In this report, we use the pulitzer data frame from the website FiveThirtyEight to determine whether there is a relationship between a newspaper’s readership and its number of Pulitzer Prizes. By analyzing the data, we intend to determine if earning the Pulitzer Prize has a significant effect on a newspaper’s readership.
This data frame can be obtained directly from the FivethirtyEight https://data.fivethirtyeight.com or by installing the package ‘fivethirtyeightdata’.
The data frame considers the readership of the top fifty newspapers in the country between years 2004 and 2013. It contains the following seven columns
Newspaper
Daily Circulation, 2004
Daily Circulation, 2013
Change in Daily Circulation, 2004-2013
Pulitzer Prize Winners and Finalists, 1990-2003
Pulitzer Prize Winners and Finalists, 2004-2014
Pulitzer Prize Winners and Finalists, 1990-2014
We start by loading the package the data frame
## We start by loading the 538 library and pulitzer data frame
library(fivethirtyeight)
# Read the Pulitzer data frame
data <- fivethirtyeight::pulitzer
head(data)
We begin by removing entries for which the readership in 2013 has dropped to zero (the paper is no longer in business), as these may negatively impact the data.
df = subset(data, data['circ2013'] != 0)
df1 = as.data.frame(df)
We will only keep the following columns
pctchg_circnum_finals1990_2003num_finals2004_2014num_finals1990_2014and form a new data frame called ‘pulitzer’:
pulitzer <- df1[c("pctchg_circ", "num_finals1990_2003",
"num_finals2004_2014" , "num_finals1990_2014")]
We start by visualizing our data to see if we can detect any trends. We will generate three plots
Percentage change in readership vs. number of awards between 1990 and 2003
Percentage change in readership vs. number of awards between 2004 and 2014
Percentage change in readership vs. total number of awards
It is important to sort the data frame according to the number of awards first.

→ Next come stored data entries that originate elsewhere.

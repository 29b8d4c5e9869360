/* The command line, the environment's wishes, a status' age, and members cut out of JSON. */
#include "client/options.h"

#include <setjmp.h>
#include <stdarg.h>

#include "client/out.h"
#include "client/span.h"
#include "unit/client_sample.h"

#include <cmocka.h>
#include <math.h>
#include <string.h>
#include <sysexits.h>
#include <time.h>

static struct options options;
static struct trouble trouble;

#define READ(...) read_words((const char *const[]){"brink", __VA_ARGS__, NULL})

static int read_words(const char *const *words) {
    char *argv[16];
    int argc = 0;

    for (; words[argc]; argc++)
        argv[argc] = (char *)(uintptr_t)words[argc];
    argv[argc] = NULL;
    trouble = (struct trouble){0};
    return options_read(argc, argv, &options, &trouble);
}

static void commands_and_their_defaults(void **state) {
    (void)state;
    assert_int_equal(read_words((const char *const[]){"brink", NULL}), 0);
    assert_int_equal(options.command, COMMAND_PAGE);
    assert_string_equal(options.status, "/run/brink/status.json");
    assert_string_equal(options.socket, "/run/brink.socket");
    assert_false(options.from_socket);
    assert_int_equal(READ("line"), 0);
    assert_int_equal(options.command, COMMAND_LINE);
    assert_null(options.format);
    assert_int_equal(READ("check"), 0);
    assert_int_equal(options.command, COMMAND_CHECK);
    assert_int_equal(READ("raw"), 0);
    assert_int_equal(options.command, COMMAND_RAW);
}

static void options_stand_anywhere(void **state) {
    (void)state;
    assert_int_equal(READ("--status", "/a", "line", "{unit}"), 0);
    assert_string_equal(options.status, "/a");
    assert_string_equal(options.format, "{unit}");
    assert_int_equal(READ("line", "--follow", "{unit}", "--socket=/b"), 0);
    assert_true(options.follow && options.from_socket);
    assert_string_equal(options.socket, "/b");
    assert_int_equal(READ("line", "--", "--{unit}"), 0);
    assert_string_equal(options.format, "--{unit}");
    assert_int_equal(READ("line", ""), 0);
    assert_string_equal(options.format, "");
    assert_int_equal(READ("raw", "--socket", "/b"), 0);
    assert_true(options.from_socket);
    assert_int_equal(READ("--help"), 0);
    assert_true(options.help);
    assert_int_equal(READ("--version", "check"), 0);
    assert_true(options.version && options.command == COMMAND_CHECK);
}

static void what_is_wrong_is_said_with_what_to_do(void **state) {
    static const struct {
        const char *words[5];
        const char *said;
    } rows[] = {
        {{"brink", "chek"}, "did you mean 'check'"},
        {{"brink", "qqqqqqq"}, "there are line, check and raw"},
        {{"brink", ""}, "no command"},
        {{"brink", "--statsu", "/a"}, "did you mean '--status'"},
        {{"brink", "-x"}, "no option is called '-x'"},
        {{"brink", "--status"}, "--status needs a path"},
        {{"brink", "--socket="}, "--socket needs a path"},
        {{"brink", "--follow=1", "line"}, "--follow takes no value"},
        {{"brink", "--follow"}, "brink line --follow"},
        {{"brink", "raw", "--follow"}, "brink line --follow"},
        {{"brink", "raw", "x"}, "`brink raw` takes no further word"},
        {{"brink", "line", "{unit}", "{stage}"}, "put quotes around it"},
        {{"brink", "--status=/a", "--socket=/b"}, "leave one of them out"},
        {{"brink", "line", "--follow", "--status=/a"}, "leave one of them out"},
        {{"brink", "\033[2J"}, "'?[2J'"},
    };

    (void)state;
    for (size_t i = 0; i < sizeof(rows) / sizeof(rows[0]); i++) {
        assert_int_equal(read_words(rows[i].words), EX_USAGE);
        if (!strstr(trouble.text, rows[i].said))
            fail_msg("said: %s, wanted: %s", trouble.text, rows[i].said);
    }
}

/* ---- environment ------------------------------------------------------------------------------
 */

static void wishes(const char *const *env, bool terminal, struct page_style *style, bool *ascii) {
    static const char *const names[] = {"LC_ALL", "LC_CTYPE", "LANG", "TERM", "NO_COLOR"};

    for (size_t i = 0; i < 5; i++)
        if (env[i])
            setenv(names[i], env[i], 1);
        else
            unsetenv(names[i]);
    *style = (struct page_style){0};
    out_style(terminal, style, ascii);
}

static void the_environment_is_obeyed(void **state) {
    static const struct {
        const char *env[5]; /* LC_ALL LC_CTYPE LANG TERM NO_COLOR */
        bool terminal, bar, unicode, colour, ascii;
    } rows[] = {
        {{NULL, NULL, "de_DE.UTF-8", "xterm", NULL}, true, true, true, true, false},
        {{NULL, NULL, "de_DE.UTF-8", "xterm", NULL}, false, false, false, false, false},
        {{"C", NULL, "de_DE.UTF-8", "xterm", NULL}, true, true, false, true, true},
        {{"", "C.utf8", "C", "xterm", NULL}, true, true, true, true, false},
        {{NULL, NULL, NULL, "xterm", NULL}, true, true, false, true, true},
        {{NULL, NULL, "C.UTF-8", "dumb", NULL}, true, true, true, false, false},
        {{NULL, NULL, "C.UTF-8", NULL, NULL}, true, true, true, false, false},
        {{NULL, NULL, "C.UTF-8", "xterm", "1"}, true, true, true, false, false},
        {{NULL, NULL, "C.UTF-8", "xterm", ""}, true, true, true, true, false},
    };
    struct page_style style;
    bool ascii;

    (void)state;
    for (size_t i = 0; i < sizeof(rows) / sizeof(rows[0]); i++) {
        wishes(rows[i].env, rows[i].terminal, &style, &ascii);
        assert_int_equal(style.bar, rows[i].bar);
        assert_int_equal(style.unicode, rows[i].unicode);
        assert_int_equal(style.colour, rows[i].colour);
        assert_int_equal(ascii, rows[i].ascii);
    }
}

static void a_status_grows_old_after_three_periods_and_ten_seconds(void **state) {
    struct view v = sample_view(sample_json());
    char buf[OUT_OLD_TEXT];

    (void)state;
    v.t_boot_s = 1000;
    assert_null(out_old(&v, 1000000000, buf));
    assert_null(out_old(&v, 1010000000, buf));
    assert_string_equal(out_old(&v, 1190000000, buf),
                        "written 3 min 10 s ago: brinkd has stopped or hangs");
    v.gauge.period_s = 60;
    assert_null(out_old(&v, 1180000000, buf));
    assert_non_null(out_old(&v, 1180100000, buf));
    v.gauge.period_s = (double)NAN;
    assert_null(out_old(&v, 1010000000, buf));
    assert_non_null(out_old(&v, 1010100000, buf));
    assert_non_null(strstr(out_old(&v, 900000000, buf), "another boot"));
    v.t_boot_s = (double)NAN;
    assert_non_null(out_old(&v, 900000000, buf));
}

/* ---- spans ------------------------------------------------------------------------------------
 */

static void members_come_out_byte_for_byte(void **state) {
    static const char *const rows[][3] = {
        {"{\"result\":{\"a\":1.50}}", "result", "{\"a\":1.50}"},
        {" { \"x\" : [1,{\"result\":2}] , \"result\" : 7e0 } ", "result", "7e0"},
        {"{\"x\":\"\\\"result\\\":1,}\",\"result\":\"}\\\\\"}", "result", "\"}\\\\\""},
        {"{\"result\":[]}", "result", "[]"},
        {"{\"x\":{\"result\":1}}", "result", NULL},
        {"{}", "result", NULL},
        {"[\"result\"]", "result", NULL},
        {"{\"results\":1,\"resul\":2}", "result", NULL},
        {"", "result", NULL},
    };

    (void)state;
    for (size_t i = 0; i < sizeof(rows) / sizeof(rows[0]); i++) {
        size_t n = 0;
        const char *at = span_member(rows[i][0], strlen(rows[i][0]), rows[i][1], &n);
        assert_int_equal(at != NULL, rows[i][2] != NULL);
        if (at) {
            assert_int_equal(n, strlen(rows[i][2]));
            assert_memory_equal(at, rows[i][2], n);
        }
    }
}

/* The reference is jansson: what it finds under the key equals what our span parses to. */
static void spans_agree_with_the_parser(void **state) {
    static const char *const values[] = {
        "1",   "-0.5e3", "\"a\\\"}{\"", "[]", "[1, {\"k\":[]}]", "{}", "{\"k\" : {\"z\":null}}",
        "true"};
    unsigned seed = (unsigned)time(NULL);

    (void)state;
    printf("seed %u\n", seed);
    srand(seed);
    for (int round = 0; round < 3000; round++) {
        char text[1024] = "{";
        int members = 1 + rand() % 5;
        for (int m = 0; m < members; m++)
            snprintf(text + strlen(text), sizeof(text) - strlen(text), "%s%s\"%c\"%s:%s%s%s",
                     m ? "," : "", rand() % 2 ? " " : "", 'a' + m, rand() % 2 ? "\n" : "",
                     rand() % 2 ? "\t" : "", values[(size_t)rand() % 8], rand() % 2 ? " " : "");
        strcat(text, "}");
        json_t *json = json_loads(text, 0, NULL);
        assert_non_null(json);
        for (int m = 0; m < members + 1; m++) {
            char key[2] = {(char)('a' + m), '\0'};
            size_t n = 0;
            const char *at = span_member(text, strlen(text), key, &n);
            json_t *cut = at ? json_loadb(at, n, JSON_DECODE_ANY, NULL) : NULL;
            assert_int_equal(at != NULL, json_object_get(json, key) != NULL);
            assert_true(!at || json_equal(cut, json_object_get(json, key)));
            json_decref(cut);
        }
        json_decref(json);
    }
}

int main(void) {
    const struct CMUnitTest tests[] = {
        cmocka_unit_test(commands_and_their_defaults),
        cmocka_unit_test(options_stand_anywhere),
        cmocka_unit_test(what_is_wrong_is_said_with_what_to_do),
        cmocka_unit_test(the_environment_is_obeyed),
        cmocka_unit_test(a_status_grows_old_after_three_periods_and_ten_seconds),
        cmocka_unit_test(members_come_out_byte_for_byte),
        cmocka_unit_test(spans_agree_with_the_parser),
    };

    return cmocka_run_group_tests(tests, NULL, NULL);
}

sorted_pulitzer = pulitzer[order(pulitzer$num_finals1990_2003),]
library(ggplot2)
p = ggplot(sorted_pulitzer, aes(x=num_finals1990_2003, y=pctchg_circ))

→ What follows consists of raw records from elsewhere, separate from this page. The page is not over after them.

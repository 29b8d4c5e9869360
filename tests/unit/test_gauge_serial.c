/* The kind `serial` as far as it goes without hardware: a made-up USB serial port whose node is a
 * pseudo-terminal. Those have no modem lines, so the calls for them end in this file's ioctl(),
 * which also writes down what was done to DTR.
 */
#include "gauge/gauge.h"

#include "unit/mockdev.h"

#include <errno.h>
#include <fcntl.h>
#include <math.h>
#include <poll.h>
#include <setjmp.h>
#include <stdarg.h>
#include <stdint.h>
#include <sys/file.h>
#include <sys/ioctl.h>
#include <sys/stat.h>
#include <sys/syscall.h>
#include <termios.h>

#include <cmocka.h>

struct world {
    struct mockdev mock;
    int raised, dropped; /* times DTR was set and cleared */
    bool exclusive;
};

/* What ioctl() below has no other way to reach. */
static struct world *world;

int ioctl(int fd, unsigned long request, ...) {
    va_list args;
    va_start(args, request);
    void *argument = va_arg(args, void *);
    va_end(args);
    bool dtr = (request == TIOCMBIS || request == TIOCMBIC) && (*(int *)argument & TIOCM_DTR);
    if (world && dtr)
        ++*(request == TIOCMBIS ? &world->raised : &world->dropped);
    if (world && request == TIOCEXCL)
        world->exclusive = true;
    if (request == TIOCMBIS || request == TIOCMBIC)
        return 0;
    if (request == TIOCMGET) {
        *(int *)argument = TIOCM_DTR | TIOCM_RTS;
        return 0;
    }
    return (int)syscall(SYS_ioctl, fd, request, argument);
}

static int setup(void **state) {
    *state = world = calloc(1, sizeof *world);
    return world && mockdev_start(&world->mock) ? 0 : -1;
}

static int teardown(void **state) {
    (void)state;
    mockdev_stop(&world->mock);
    free(world);
    world = NULL;
    return 0;
}

/* Plugs in usb:1209:0001:A1 as /dev/NODE; returns the far end of its cable. */
static int plug_in(const char *node, const char *usb_port) {
    char *tty = mockdev_add_serial(&world->mock, usb_port, "1209", "0001", "A1", node);
    int fd = mockdev_cable(&world->mock, node);
    assert_true(fd >= 0);
    free(tty);
    return fd;
}

static struct gauge *gauge_on(const char *device, bool tell, bool reset) {
    struct gauge_config config = {
        .kind = GAUGE_SERIAL, .baud = 57600, .tell = tell, .reset_on_open = reset};
    struct gauge *gauge = NULL;
    snprintf(config.device, sizeof config.device, "%s", device);
    assert_int_equal(gauge_new(&gauge, &config), 0);
    return gauge;
}

static void open_it(struct gauge *gauge) {
    int r = gauge_open(gauge);
    if (r != 0)
        fail_msg("open: %d %s", r, gauge_error_text(gauge, r));
}

static void send_line(int fd, const char *line) {
    assert_int_equal(write(fd, line, strlen(line)), strlen(line));
}

static void expect_voltage(struct gauge *gauge, double voltage_V) {
    struct pollfd ready = {.fd = gauge_fd(gauge), .events = POLLIN};
    struct frame frame;
    do
        assert_int_equal(poll(&ready, 1, 10000), 1);
    while (gauge_read(gauge) == 0 && gauge_next(gauge, &frame) == 0);
    assert_true(fabs(frame.token[0].value - voltage_V) < 1e-12);
}

static void by_identity_8n1_and_lines(void **state) {
    (void)state;
    free(mockdev_add_serial(&world->mock, "1-3", "1209", "0002", "C", "ttyUSB0"));
    int far = plug_in("ttyACM4", "1-1");
    struct gauge *gauge = gauge_on("usb:1209:0001:A1", true, false);
    assert_string_equal(gauge_describe(gauge), "usb 1209:0001:A1");
    open_it(gauge);
    assert_string_equal(gauge_describe(gauge), "usb 1209:0001:A1 (/dev/ttyACM4)");
    struct termios mode;
    assert_int_equal(tcgetattr(gauge_fd(gauge), &mode), 0);
    assert_int_equal(cfgetispeed(&mode), B57600);
    assert_int_equal(mode.c_cflag & (CSIZE | CSTOPB | PARENB | CRTSCTS | HUPCL), CS8);
    assert_int_equal(mode.c_iflag, IGNBRK);
    assert_int_equal(mode.c_lflag, ICANON);
    assert_int_equal(fcntl(gauge_fd(gauge), F_GETFD) & FD_CLOEXEC, FD_CLOEXEC);
    assert_int_equal(fcntl(gauge_fd(gauge), F_GETFL) & O_NONBLOCK, O_NONBLOCK);
    send_line(far, "t=1 v=9 half of\nv=3.71\n");
    expect_voltage(gauge, 3.71);
    assert_int_equal(gauge_counts(gauge)->fault[LINE_F_PARTIAL], 1);
    assert_int_equal(gauge_tell(gauge, "stage=ample charge=0.634"), 0);
    char heard[64];
    ssize_t n = read(far, heard, sizeof heard);
    assert_int_equal(n, 25);
    assert_memory_equal(heard, "stage=ample charge=0.634\n", 25);
    gauge_free(gauge);
    close(far);
}

/* The kernel and libserialport raise DTR at open; nothing of ours may make it fall. */
static void dtr_never_falls_unless_asked(void **state) {
    (void)state;
    int far = plug_in("ttyACM4", "1-1");
    struct gauge *gauge = gauge_on("/dev/ttyACM4", false, false);
    open_it(gauge);
    gauge_close(gauge);
    assert_int_equal(world->dropped, 0);
    assert_true(world->exclusive);
    gauge_free(gauge);
    world->raised = 0;
    gauge = gauge_on("/dev/ttyACM4", false, true);
    open_it(gauge);
    struct termios mode;
    assert_int_equal(tcgetattr(gauge_fd(gauge), &mode), 0);
    assert_true(mode.c_cflag & HUPCL);
    assert_int_equal(world->dropped, 1);
    assert_true(world->raised >= 1);
    gauge_free(gauge);
    close(far);
}

static void another_holder_is_busy(void **state) {
    (void)state;
    int far = plug_in("ttyACM4", "1-1");
    struct gauge *one = gauge_on("/dev/ttyACM4", false, false);
    struct gauge *two = gauge_on("usb:1209:0001", false, false);
    open_it(one);
    assert_int_equal(gauge_open(two), GAUGE_E_BUSY);
    assert_non_null(strstr(gauge_error_text(two, GAUGE_E_BUSY), "/dev/ttyACM4: another program"));
    gauge_close(one);
    open_it(two);
    gauge_free(one);
    gauge_free(two);
    close(far);
}

/* Complaint 25 of the field: the adapter came back under another number. */
static void complaint_25_returns_under_another_number(void **state) {
    (void)state;
    int far = plug_in("ttyACM0", "1-1");
    struct gauge *gauge = gauge_on("usb:1209:0001", false, false);
    open_it(gauge);
    struct hotplug_event gone = {.added = false, .node = "/dev/ttyACM0"};
    struct hotplug_event other = {.added = false, .node = "/dev/ttyACM1"};
    assert_true(gauge_concerns(gauge, &gone));
    assert_false(gauge_concerns(gauge, &other));
    close(far);
    assert_int_equal(gauge_read(gauge), GAUGE_E_GONE);
    assert_int_equal(gauge_fd(gauge), -1);
    mockdev_remove(&world->mock, "/sys/devices/1-1");
    assert_int_equal(gauge_open(gauge), GAUGE_E_NOT_FOUND);
    far = plug_in("ttyACM1", "1-2");
    open_it(gauge);
    assert_string_equal(gauge_describe(gauge), "usb 1209:0001 (/dev/ttyACM1)");
    send_line(far, "\nv=3.9\n");
    expect_voltage(gauge, 3.9);
    gauge_free(gauge);
    close(far);
}

int main(int argc, char **argv) {
    (void)argc;
    if (!mockdev_ready(argv)) {
        puts("skip: libumockdev is not installed, so no serial port can be made up");
        return 77;
    }
    const struct CMUnitTest tests[] = {
        cmocka_unit_test_setup_teardown(by_identity_8n1_and_lines, setup, teardown),
        cmocka_unit_test_setup_teardown(dtr_never_falls_unless_asked, setup, teardown),
        cmocka_unit_test_setup_teardown(another_holder_is_busy, setup, teardown),
        cmocka_unit_test_setup_teardown(complaint_25_returns_under_another_number, setup, teardown),
    };
    return cmocka_run_group_tests(tests, NULL, NULL);
}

# Add a scatter plot to the plot object
p = p + geom_point()
# Add a linear regression line to the plot object
p = p + geom_smooth(method="lm")
# Set the x-axis and y-axis labels
p = p + xlab("Number of Pulitzer prized 1990-2003") + ylab("Percentage change in readership")
# Show the plot
p
## `geom_smooth()` using formula = 'y ~ x'
p = ggplot(sorted_pulitzer, aes(x=num_finals2004_2014, y=pctchg_circ))
# Add a scatter plot to the plot object
p = p + geom_point()
# Add a linear regression line to the plot object
p = p + geom_smooth(method="lm")
# Set the x-axis and y-axis labels
p = p + xlab("Number of Pulitzer prized 2004-2014") + ylab("Percentage change in readership")
# Show the plot
p
## `geom_smooth()` using formula = 'y ~ x'
p = ggplot(sorted_pulitzer, aes(x=num_finals1990_2014, y=pctchg_circ))

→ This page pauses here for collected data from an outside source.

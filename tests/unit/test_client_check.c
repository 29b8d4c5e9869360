/* The health check. Exit codes and the shape of the line after the IETF draft "The Monitoring
 * Plugins Interface" (2023): 0 OK, 1 WARNING, 2 CRITICAL, 3 UNKNOWN; text | label=value[unit];
 * warn;crit;min;max; a range "10:" alerts below 10. */
#include "client/check.h"

#include <setjmp.h>
#include <stdarg.h>

#include "unit/client_sample.h"

#include <cmocka.h>
#include <string.h>

static char line[CHECK_SIZE];

static void the_usual_line_as_a_whole(void **state) {
    struct view v = sample_view(sample_json());

    (void)state;
    assert_int_equal(check_write(&v, NULL, line), 0);
    assert_string_equal(line, "OK - heron ample, charge 63 %, left 5 h 40, at least 4 h 55 | "
                              "charge=63.4%;25.0:;8.0:;0;100 left=20400s;3600:;;0; "
                              "least=17700s;;120:;0;\n");
}

static void each_stage_has_its_code(void **state) {
    static const struct {
        const char *stage;
        bool blind, old;
        int code;
        const char *word;
    } rows[] = {
        {"ample", false, false, 0, "OK - "},          {"reserve", false, false, 1, "WARNING - "},
        {"edge", false, false, 2, "CRITICAL - "},     {"leaving", false, false, 2, "CRITICAL - "},
        {"ample", true, false, 3, "UNKNOWN - "},      {"reserve", true, false, 3, "UNKNOWN - "},
        {"edge", true, false, 2, "CRITICAL - "},      {"leaving", true, false, 2, "CRITICAL - "},
        {"ample", false, true, 3, "UNKNOWN - "},      {"edge", false, true, 3, "UNKNOWN - "},
        {"somewhere", false, false, 3, "UNKNOWN - "},
    };

    (void)state;
    for (size_t i = 0; i < sizeof(rows) / sizeof(rows[0]); i++) {
        json_t *json = sample_json();
        json_object_set_new(json, "stage", json_string(rows[i].stage));
        json_object_set_new(json, "blind", json_boolean(rows[i].blind));
        struct view v = sample_view(json);
        assert_int_equal(check_write(&v, rows[i].old ? "written 3 min ago" : NULL, line),
                         rows[i].code);
        assert_memory_equal(line, rows[i].word, strlen(rows[i].word));
        assert_int_equal(strstr(line, "; written 3 min ago |") != NULL, rows[i].old);
    }
}

/* Unknown is never empty: no figure stands for it. */
static void an_unknown_charge_is_unknown(void **state) {
    json_t *json = sample_json();

    (void)state;
    json_object_set_new(json, "charge", json_null());
    json_object_set_new(json, "left_s", json_null());
    struct view v = sample_view(json);
    assert_int_equal(check_write(&v, NULL, line), 3);
    assert_non_null(strstr(line, "charge not known"));
    assert_null(strchr(line, '|'));
}

static void no_end_has_no_figure(void **state) {
    json_t *json = sample_json();

    (void)state;
    json_object_set_new(json, "left_s", json_null());
    json_object_set_new(json, "left_least_s", json_null());
    json_object_set_new(json, "endless", json_true());
    struct view v = sample_view(json);
    assert_int_equal(check_write(&v, NULL, line), 0);
    assert_non_null(strstr(line, ", left no end | charge=63.4%;25.0:;8.0:;0;100\n"));
}

static void only_one_bar_and_one_line(void **state) {
    json_t *json = sample_json();

    (void)state;
    json_object_set_new(json, "unit", json_string("he|ron\n"));
    json_array_append_new(json_object_get(json, "alerts"),
                          json_pack("{s:s,s:s}", "name", "a|b", "text", "x"));
    struct view v = sample_view(json);
    check_write(&v, NULL, line);
    assert_ptr_equal(strchr(line, '|'), strrchr(line, '|'));
    assert_ptr_equal(strchr(line, '\n'), line + strlen(line) - 1);
    assert_non_null(strstr(line, ", alerts: a/b |"));
}

static void the_longest_line_fits(void **state) {
    json_t *json = sample_json();
    char name[VIEW_NAME];

    (void)state;
    memset(name, 'n', sizeof(name));
    name[sizeof(name) - 1] = '\0';
    for (int i = 0; i < VIEW_ALERTS + 4; i++)
        json_array_append_new(json_object_get(json, "alerts"),
                              json_pack("{s:s,s:s}", "name", name, "text", "x"));
    struct view v = sample_view(json);
    check_write(&v, "old", line);
    assert_int_equal(line[strlen(line) - 1], '\n');
    assert_non_null(strstr(line, " least=17700s"));
}

static void no_status_is_unknown(void **state) {
    (void)state;
    assert_int_equal(check_unknown("there is | nothing", line), 3);
    assert_string_equal(line, "UNKNOWN - there is / nothing\n");
}

int main(void) {
    const struct CMUnitTest tests[] = {
        cmocka_unit_test(the_usual_line_as_a_whole),    cmocka_unit_test(each_stage_has_its_code),
        cmocka_unit_test(an_unknown_charge_is_unknown), cmocka_unit_test(no_end_has_no_figure),
        cmocka_unit_test(only_one_bar_and_one_line),    cmocka_unit_test(the_longest_line_fits),
        cmocka_unit_test(no_status_is_unknown),
    };

    return cmocka_run_group_tests(tests, NULL, NULL);
}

# Add a scatter plot to the plot object
p = p + geom_point()
# Add a linear regression line to the plot object
p = p + geom_smooth(method="lm")
# Set the x-axis and y-axis labels
p = p + xlab("Number of Pulitzer prized 1990-2014") + ylab("Percentage change in readership")
# Show the plot
p
## `geom_smooth()` using formula = 'y ~ x'
Of the three plots, the one which shows change in readership in 2004 and 2013 versus the number of Pulitzer prizes in the same period shows the most correlation. The relationship is not linear, however at this stage we think using a linear model is sufficient.
In future maybe using non-linear regression we can show more clear trends.